**Work required:**
In the listing that follows, count every line with the word "assign" in it and write only the total.

**Excerpted records:**
std::optional<InitialFlows> solve_initial_flows(const SystemDef& def, std::vector<Issue>& issues) {
  const std::size_t na = def.areas.size();
  const auto areas = plain_index(def);
  const Topology topo = topology_of(def, areas);
  const std::vector<int> island = islands_of(na, topo.from, topo.to, topo.in_service);

  std::vector<double> surplus(na, 0.0);
  for (std::size_t a = 0; a < na; ++a) surplus[a] = -def.areas[a].demand_mw;
  for (const UnitDef& u : def.units) {
    auto it = areas.find(u.area);
    if (it != areas.end() && u.online) surplus[it->second] += u.setpoint_mw;
  }

  InitialFlows out;
  out.angle_rad.assign(na, 0.0);
  out.flow_mw.assign(def.ties.size(), 0.0);
  const int n_islands = na ? *std::max_element(island.begin(), island.end()) + 1 : 0;
  bool ok = true;
  for (int isl = 0; isl < n_islands; ++isl) {
    std::vector<std::size_t> members;
    for (std::size_t a = 0; a < na; ++a)
      if (island[a] == isl) members.push_back(a);
    double gen = 0.0, dem = 0.0;
    for (std::size_t a : members) {
      dem += def.areas[a].demand_mw;
      gen += surplus[a] + def.areas[a].demand_mw;
    }
    if (std::fabs(gen - dem) > kBalanceToleranceMw) {
      const std::string where = members.size() == 1 ? "areas[" + std::to_string(members[0]) + "]"
                                                    : "areas";
      issues.push_back({where,
                        "generation " + fmt_fixed(gen, 1) + " MW does not balance demand " +
                            fmt_fixed(dem, 1) + " MW in the island {" +
                            island_names(def, island, isl) + "} (allowed difference " +
                            fmt_num(kBalanceToleranceMw) + " MW)",
                        false});
      ok = false;
      continue;
    }
    if (members.size() < 2) continue;
    // Newton-Raphson on the non-reference angles, from the linear (DC) estimate.
    const std::size_t n = members.size() - 1;
    std::vector<int> pos(na, -1);
    for (std::size_t k = 1; k < members.size(); ++k) pos[members[k]] = static_cast<int>(k - 1);
    std::vector<double> theta(na, 0.0);
    auto mismatch = [&](std::vector<double>& f, std::vector<double>* jac, bool linear) {
      f.assign(n, 0.0);
      if (jac) jac->assign(n * n, 0.0);
      for (std::size_t k = 1; k < members.size(); ++k) f[k - 1] = -surplus[members[k]];
      for (std::size_t t = 0; t < def.ties.size(); ++t) {
        if (!topo.in_service[t] || island[topo.from[t]] != isl) continue;
        const int a = topo.from[t], b = topo.to[t];
        const double d = theta[a] - theta[b], pm = def.ties[t].pmax_mw;
        const double flow = linear ? pm * d : pm * std::sin(d);
        const double slope = linear ? pm : pm * std::cos(d);
        if (pos[a] >= 0) f[pos[a]] += flow;
        if (pos[b] >= 0) f[pos[b]] -= flow;
        if (!jac) continue;
        auto add = [&](int r, int c, double v) {
          if (r >= 0 && c >= 0) (*jac)[r * n + c] += v;
        };
        add(pos[a], pos[a], slope);
        add(pos[a], pos[b], -slope);
        add(pos[b], pos[a], -slope);
        add(pos[b], pos[b], slope);
      }
    };
    std::vector<double> f, jac;
    bool converged = false;
    for (int iter = 0; iter < 60; ++iter) {
      mismatch(f, &jac, iter == 0);
      double worst = 0.0;
      for (double v : f) worst = std::max(worst, std::fabs(v));
      if (iter > 0 && worst < 1e-9) {
        converged = true;
        break;
      }
      std::vector<double> rhs(n);
      for (std::size_t k = 0; k < n; ++k) rhs[k] = -f[k];
      if (!solve_dense(jac, rhs, n)) break;
      for (std::size_t k = 1; k < members.size(); ++k) {
        double step = rhs[k - 1];
        step = std::clamp(step, -0.5, 0.5);  // damped: stay on the stable side of pull-out
        theta[members[k]] += step;
      }
    }
    bool stable = converged;
    for (std::size_t t = 0; t < def.ties.size() && stable; ++t)
      if (topo.in_service[t] && island[topo.from[t]] == isl &&
          std::fabs(theta[topo.from[t]] - theta[topo.to[t]]) >= std::numbers::pi / 2)
        stable = false;
    if (!stable) {
      double largest = 0.0;
      std::string which;
      for (std::size_t a : members)
        if (std::fabs(surplus[a]) > largest) {
          largest = std::fabs(surplus[a]);
          which = def.areas[a].id;
        }
      issues.push_back({"ties", "the scheduled exchanges of the island {" +
                                    island_names(def, island, isl) +
                                    "} exceed what its ties can carry below the 90 degree "
                                    "pull-out angle (largest area surplus " +
                                    fmt_fixed(largest, 1) + " MW in \"" + which + "\")",
                        false});
      ok = false;
      continue;
    }
    for (std::size_t a : members) out.angle_rad[a] = theta[a];
  }
  if (!ok) return std::nullopt;
  for (std::size_t t = 0; t < def.ties.size(); ++t)
    if (topo.in_service[t])
      out.flow_mw[t] = def.ties[t].pmax_mw *
                       std::sin(out.angle_rad[topo.from[t]] - out.angle_rad[topo.to[t]]);
  return out;
}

**Task result:**
4